* [Work to be completed] For each line below with the word "params", write out a copy.

* [Records for this task]
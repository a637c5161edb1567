"""Summarise a results store: tasks done, failed and pending, replicates stopped early,
the spec it holds, who is writing it; and verify the chunks of tasks marked done."""

from __future__ import annotations

from dataclasses import dataclass
from pathlib import Path

import numpy as np
import zarr

from sweep import store

from sweep.store import claims, integrity, lock, records
from sweep.store.chunks import read_whole
@dataclass(frozen=True)
class FailedPoint:
    point: int
    block: int
    params: dict[str, float]
    error: str


@dataclass(frozen=True)
class LostReplicates:
    """A point whose replicates were stopped at the event cap (status 1) or failed numerically (2)."""

    point: int
    run: int           # replicates with any result
    finished: int
    capped: int
    numerical: int
    params: dict[str, float]


@dataclass(frozen=True)
class StoreStatus:
    path: Path
    points: int
    replicates: int
    tasks_total: int
    tasks_done: int
    failed: tuple[FailedPoint, ...]
    capped: int
    numerical: int
    method: str
    root_seed: int
    spec_sha256: str
    spec_path: str
    created: str
    last_run: str | None
    param_names: tuple[str, ...]
    species: tuple[str, ...]
    writer: lock.Holder | None
    writer_alive: bool | None
    shards: tuple[claims.Claim, ...] = ()  # claims of `sweep run --shard` processes, live or stale
    adaptive: dict | None = None  # a [run.adaptive] sweep's rounds so far (sweep.adaptive.Outcome.summary)
    damaged: tuple[str, ...] = ()  # arrays that could not be read (`sweep status --verify` says more)
    lost: tuple[LostReplicates, ...] = ()  # points that lost replicates, fewest finished first
    max_events: int | None = None  # the event cap per replicate (run.max_events)
    low_copy: dict | None = None  # an approximate method's low-copy report (sweep.analysis.validity), if made

    @property
    def tasks_not_needed(self) -> int:
        """Tasks an adaptive sweep has not asked for (so far): their points met the target earlier."""
        return int(self.adaptive.get("tasks_not_needed", 0)) if self.adaptive else 0

    @property
    def tasks_pending(self) -> int:
        """Tasks not done, failed ones included (an adaptive sweep's: of those it asked for)."""
        return max(self.tasks_total - self.tasks_done - self.tasks_not_needed, 0)


def status(path: str | Path) -> StoreStatus:
    """Read a store's completion record and attributes (no trajectories are read).

    Raises
    ------
    StoreError
        If ``path`` holds no results store.
    """
    path = Path(path)
    attrs = store.attributes(path)
    g = zarr.open_group(path, mode="r", use_consolidated=False)
    damaged: list[str] = []
    status_array = g["status"]
    blocks = -(-status_array.shape[1] // status_array.chunks[1])
    try:
        done = store.read_done(path)  # `done` merged with the records of shards not folded yet
    except store.DamagedDone as exc:
        damaged.append(str(exc))
        done = np.zeros((status_array.shape[0], blocks), dtype=bool)
    codes = _read(g, "status", damaged, np.full(status_array.shape, -1, dtype=np.int8), direct=path)
    names = tuple(str(v) for v in _read(g, "param", damaged, np.asarray([], dtype=object)))
    params = _read(g, "params", damaged, np.full((done.shape[0], len(names)), np.nan))
    species = tuple(str(v) for v in _read(g, "species", damaged, np.asarray([], dtype=object)))
    failed = tuple(FailedPoint(f["point"], f["block"], _params_of(names, params, f["point"]), f["error"])
                   for f in _failures(attrs, path) if not done[f["point"], f["block"]])
    writer = lock.read(path)
    return StoreStatus(
        path=path, points=done.shape[0], replicates=codes.shape[1], tasks_total=done.size,
        tasks_done=int(done.sum()), failed=failed, capped=int(np.count_nonzero(codes == 1)),
        numerical=int(np.count_nonzero(codes == 2)), method=attrs["method"], root_seed=attrs["root_seed"],
        spec_sha256=attrs["spec_sha256"], spec_path=attrs.get("spec_path", ""), created=attrs.get("created", ""),
        last_run=attrs.get("last_run"), param_names=names, species=species,
        writer=writer, writer_alive=None if writer is None else (not lock.is_stale(writer)
                                                                 if lock.is_stale(writer) is not None else None),
        shards=tuple(claims.list_claims(path)), adaptive=attrs.get("adaptive"), damaged=tuple(damaged),
        lost=_lost(codes, names, params), max_events=attrs.get("max_events"), low_copy=_low_copy(path, attrs))


def _lost(codes: np.ndarray, names: tuple[str, ...], params: np.ndarray) -> tuple[LostReplicates, ...]:
    capped, numerical = (codes == 1).sum(axis=1), (codes == 2).sum(axis=1)
    finished, run = (codes == 0).sum(axis=1), (codes >= 0).sum(axis=1)
    rows = [LostReplicates(int(p), int(run[p]), int(finished[p]), int(capped[p]), int(numerical[p]),
                           _params_of(names, params, int(p))) for p in np.flatnonzero(capped + numerical)]
    return tuple(sorted(rows, key=lambda r: (r.finished / max(r.run, 1), r.point)))


def _low_copy(path: Path, attrs: dict) -> dict | None:
    """The low-copy report: written by `sweep run` (root attribute), else by `sweep analyze`."""
    if isinstance(attrs.get("low_copy"), dict):
        return attrs["low_copy"]
    try:
        found = zarr.open_group(path, path="analysis", mode="r", use_consolidated=False).attrs.get("low_copy")
    except Exception:  # no analysis yet
        return None
    return found if isinstance(found, dict) else None


def _read(g: zarr.Group, name: str, damaged: list[str], fallback: np.ndarray,
          direct: Path | None = None) -> np.ndarray:
    """An array's values, or ``fallback`` with a note when it is missing or fails its checksum.

    With ``direct`` (the store's path) a per-task array is read file by file (``read_whole``:
    zarr's 0.5 ms a chunk made `sweep status` of a 100,000-task store take a minute).
    """
    try:
        if direct is not None:
            values = read_whole(direct, name)
            if values is not None:
                return values
        return g[name][:]
    except Exception as exc:
        damaged.append(f"{name}: unreadable ({store.brief(exc)})")
        return fallback


def _params_of(names: tuple[str, ...], params: np.ndarray, point: int) -> dict[str, float]:
    try:
        return dict(zip(names, map(float, params[point])))
    except (IndexError, ValueError):
        return {}


def _failures(attrs: dict, path: Path) -> list[dict]:
    """Failures in the attributes and in shards' records not folded yet (a shard's are newer)."""
    by_task = {(f["point"], f["block"]): f for f in attrs.get("failed_tasks", [])}
    by_task.update({(f["point"], f["block"]): f for f in records.read_failures(path)})
    return [by_task[k] for k in sorted(by_task)]


def verify(path: str | Path, repair: bool = True) -> integrity.Verification:
    """Re-read every chunk of every array; with ``repair``, unmark bad tasks so a rerun redoes them,
    rewrite damaged coordinates from the spec and rebuild a damaged completion record.

    Returns
    -------
    sweep.integrity.Verification

    Raises
    ------
    StoreError
        If ``path`` holds no results store, or (with ``repair``) another run holds its lock.
    """
    return integrity.verify(path, repair)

* [Your solution]
    params: dict[str, float]
    params: dict[str, float]
    params = _read(g, "params", damaged, np.full((done.shape[0], len(names)), np.nan))
    failed = tuple(FailedPoint(f["point"], f["block"], _params_of(names, params, f["point"]), f["error"])
        lost=_lost(codes, names, params), max_events=attrs.get("max_events"), low_copy=_low_copy(path, attrs))
def _lost(codes: np.ndarray, names: tuple[str, ...], params: np.ndarray) -> tuple[LostReplicates, ...]:
                           _params_of(names, params, int(p))) for p in np.flatnonzero(capped + numerical)]
def _params_of(names: tuple[str, ...], params: np.ndarray, point: int) -> dict[str, float]:
        return dict(zip(names, map(float, params[point])))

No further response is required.